INSTRUCTIONS FOR THE TASK: Print word for word the first line of the records below and every following line through the one containing "100,000-point sweep keeps"; print nothing else.

Stored items:
══════════════════════════════
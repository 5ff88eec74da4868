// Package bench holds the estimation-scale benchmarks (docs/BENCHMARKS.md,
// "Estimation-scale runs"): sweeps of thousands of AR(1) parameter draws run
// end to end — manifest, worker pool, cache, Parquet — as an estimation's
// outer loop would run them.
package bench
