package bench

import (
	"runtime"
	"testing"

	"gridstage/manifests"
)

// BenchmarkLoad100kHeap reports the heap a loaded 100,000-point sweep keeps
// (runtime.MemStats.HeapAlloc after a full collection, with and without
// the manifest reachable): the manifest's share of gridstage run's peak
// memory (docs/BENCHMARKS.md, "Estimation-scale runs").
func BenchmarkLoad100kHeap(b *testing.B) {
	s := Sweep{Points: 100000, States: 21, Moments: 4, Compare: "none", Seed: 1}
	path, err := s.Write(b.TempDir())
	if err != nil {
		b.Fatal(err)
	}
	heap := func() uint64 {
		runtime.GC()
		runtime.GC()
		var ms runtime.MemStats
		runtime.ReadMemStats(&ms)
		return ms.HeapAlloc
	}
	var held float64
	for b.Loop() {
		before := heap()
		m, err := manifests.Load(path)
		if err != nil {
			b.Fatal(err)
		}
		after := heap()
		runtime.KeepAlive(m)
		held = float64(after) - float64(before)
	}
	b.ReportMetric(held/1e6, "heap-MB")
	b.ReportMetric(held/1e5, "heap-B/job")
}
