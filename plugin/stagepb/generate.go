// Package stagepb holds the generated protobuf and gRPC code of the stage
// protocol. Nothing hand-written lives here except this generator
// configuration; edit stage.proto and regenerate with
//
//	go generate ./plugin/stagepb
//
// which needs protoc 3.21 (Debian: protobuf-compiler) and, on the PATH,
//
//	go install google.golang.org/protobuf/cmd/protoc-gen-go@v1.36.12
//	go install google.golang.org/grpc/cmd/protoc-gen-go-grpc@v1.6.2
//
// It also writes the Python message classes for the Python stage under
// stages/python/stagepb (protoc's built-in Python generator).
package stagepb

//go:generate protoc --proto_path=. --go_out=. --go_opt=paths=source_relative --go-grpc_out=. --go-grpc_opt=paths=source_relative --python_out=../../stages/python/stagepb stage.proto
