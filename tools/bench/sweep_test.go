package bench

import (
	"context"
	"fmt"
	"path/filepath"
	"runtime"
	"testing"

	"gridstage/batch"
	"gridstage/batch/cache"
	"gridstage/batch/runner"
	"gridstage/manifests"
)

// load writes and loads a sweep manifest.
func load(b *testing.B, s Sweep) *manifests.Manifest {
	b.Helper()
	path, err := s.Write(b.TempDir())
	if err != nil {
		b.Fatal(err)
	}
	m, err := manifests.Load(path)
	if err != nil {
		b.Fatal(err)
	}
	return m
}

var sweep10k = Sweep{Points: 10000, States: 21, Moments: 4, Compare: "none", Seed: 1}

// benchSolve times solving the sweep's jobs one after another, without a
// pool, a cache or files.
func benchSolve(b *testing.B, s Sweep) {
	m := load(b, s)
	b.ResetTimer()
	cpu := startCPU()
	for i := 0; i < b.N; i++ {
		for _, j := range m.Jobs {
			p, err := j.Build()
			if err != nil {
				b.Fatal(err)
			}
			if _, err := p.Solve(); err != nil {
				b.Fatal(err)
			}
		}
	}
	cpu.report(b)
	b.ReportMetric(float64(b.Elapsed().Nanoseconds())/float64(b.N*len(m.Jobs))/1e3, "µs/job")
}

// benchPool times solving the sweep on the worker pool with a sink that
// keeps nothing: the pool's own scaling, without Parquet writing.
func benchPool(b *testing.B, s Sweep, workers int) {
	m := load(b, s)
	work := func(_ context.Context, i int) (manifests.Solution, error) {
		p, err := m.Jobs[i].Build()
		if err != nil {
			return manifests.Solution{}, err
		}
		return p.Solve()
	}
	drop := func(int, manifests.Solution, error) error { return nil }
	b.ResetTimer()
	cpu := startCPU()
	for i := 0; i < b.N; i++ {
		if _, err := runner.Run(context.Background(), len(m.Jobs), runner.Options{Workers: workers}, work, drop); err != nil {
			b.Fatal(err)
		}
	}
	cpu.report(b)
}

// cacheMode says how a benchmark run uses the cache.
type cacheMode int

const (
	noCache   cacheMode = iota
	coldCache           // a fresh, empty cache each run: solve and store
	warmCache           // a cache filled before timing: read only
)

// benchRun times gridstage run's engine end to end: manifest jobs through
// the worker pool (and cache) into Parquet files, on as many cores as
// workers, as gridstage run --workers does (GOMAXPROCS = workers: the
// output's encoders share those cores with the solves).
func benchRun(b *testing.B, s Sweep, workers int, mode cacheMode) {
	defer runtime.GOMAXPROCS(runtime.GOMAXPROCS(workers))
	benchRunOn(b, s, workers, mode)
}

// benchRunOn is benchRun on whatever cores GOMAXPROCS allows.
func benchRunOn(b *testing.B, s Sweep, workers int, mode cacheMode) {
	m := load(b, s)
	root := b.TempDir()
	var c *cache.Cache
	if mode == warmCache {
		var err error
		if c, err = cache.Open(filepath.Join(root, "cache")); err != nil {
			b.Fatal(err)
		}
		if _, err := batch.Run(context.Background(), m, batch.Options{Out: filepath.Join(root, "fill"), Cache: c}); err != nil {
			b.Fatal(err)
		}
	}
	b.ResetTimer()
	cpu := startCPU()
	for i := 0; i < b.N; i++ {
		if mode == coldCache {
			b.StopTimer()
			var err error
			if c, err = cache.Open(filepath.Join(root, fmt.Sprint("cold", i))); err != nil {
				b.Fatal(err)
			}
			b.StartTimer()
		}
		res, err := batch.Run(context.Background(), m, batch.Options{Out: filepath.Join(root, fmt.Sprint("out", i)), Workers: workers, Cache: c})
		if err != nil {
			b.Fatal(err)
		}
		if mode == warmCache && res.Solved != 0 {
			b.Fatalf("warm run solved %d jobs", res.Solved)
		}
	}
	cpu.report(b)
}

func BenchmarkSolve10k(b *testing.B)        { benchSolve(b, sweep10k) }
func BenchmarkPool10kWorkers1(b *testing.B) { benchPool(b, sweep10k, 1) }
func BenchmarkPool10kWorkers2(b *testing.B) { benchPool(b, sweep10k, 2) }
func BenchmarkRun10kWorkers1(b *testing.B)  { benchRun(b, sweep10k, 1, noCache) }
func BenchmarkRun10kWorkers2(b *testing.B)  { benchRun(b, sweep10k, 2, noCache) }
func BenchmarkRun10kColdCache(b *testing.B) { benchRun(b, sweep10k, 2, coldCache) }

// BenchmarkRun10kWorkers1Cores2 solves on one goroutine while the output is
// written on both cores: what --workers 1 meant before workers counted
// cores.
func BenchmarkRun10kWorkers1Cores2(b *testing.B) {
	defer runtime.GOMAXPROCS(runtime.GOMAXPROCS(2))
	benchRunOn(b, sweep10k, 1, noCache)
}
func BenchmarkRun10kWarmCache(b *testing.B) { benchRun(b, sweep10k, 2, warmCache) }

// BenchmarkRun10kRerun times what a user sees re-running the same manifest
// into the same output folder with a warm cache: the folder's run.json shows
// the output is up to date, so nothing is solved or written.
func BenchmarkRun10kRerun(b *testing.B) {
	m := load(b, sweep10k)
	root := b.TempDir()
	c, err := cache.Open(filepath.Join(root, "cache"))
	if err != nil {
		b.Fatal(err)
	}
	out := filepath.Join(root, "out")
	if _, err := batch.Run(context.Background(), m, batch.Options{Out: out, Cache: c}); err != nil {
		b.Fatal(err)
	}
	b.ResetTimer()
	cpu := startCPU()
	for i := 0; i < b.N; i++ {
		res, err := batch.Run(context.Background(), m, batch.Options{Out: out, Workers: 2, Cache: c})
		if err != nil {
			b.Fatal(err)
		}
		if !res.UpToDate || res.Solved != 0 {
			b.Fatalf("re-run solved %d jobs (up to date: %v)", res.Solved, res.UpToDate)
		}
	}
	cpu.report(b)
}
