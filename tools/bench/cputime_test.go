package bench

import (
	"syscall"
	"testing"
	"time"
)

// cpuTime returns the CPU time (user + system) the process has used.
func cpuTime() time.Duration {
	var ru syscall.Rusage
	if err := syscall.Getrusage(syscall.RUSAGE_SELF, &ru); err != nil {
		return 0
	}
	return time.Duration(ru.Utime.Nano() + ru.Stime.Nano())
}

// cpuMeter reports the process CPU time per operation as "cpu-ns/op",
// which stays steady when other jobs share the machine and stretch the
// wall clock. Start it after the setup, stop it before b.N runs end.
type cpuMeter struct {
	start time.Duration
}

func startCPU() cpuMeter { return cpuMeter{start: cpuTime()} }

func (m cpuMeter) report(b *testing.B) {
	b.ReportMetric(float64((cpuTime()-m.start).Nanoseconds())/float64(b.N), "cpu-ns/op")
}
══════════════════════════════
SOLUTION FOR THIS PROBLEM:
repository 5ff88eec74da4868
// Package bench holds the estimation-scale benchmarks (docs/BENCHMARKS.md,
// "Estimation-scale runs"): sweeps of thousands of AR(1) parameter draws run
// end to end — manifest, worker pool, cache, Parquet — as an estimation's
// outer loop would run them.
package bench
package bench

import (
	"runtime"
	"testing"

	"gridstage/manifests"
)

// BenchmarkLoad100kHeap reports the heap a loaded 100,000-point sweep keeps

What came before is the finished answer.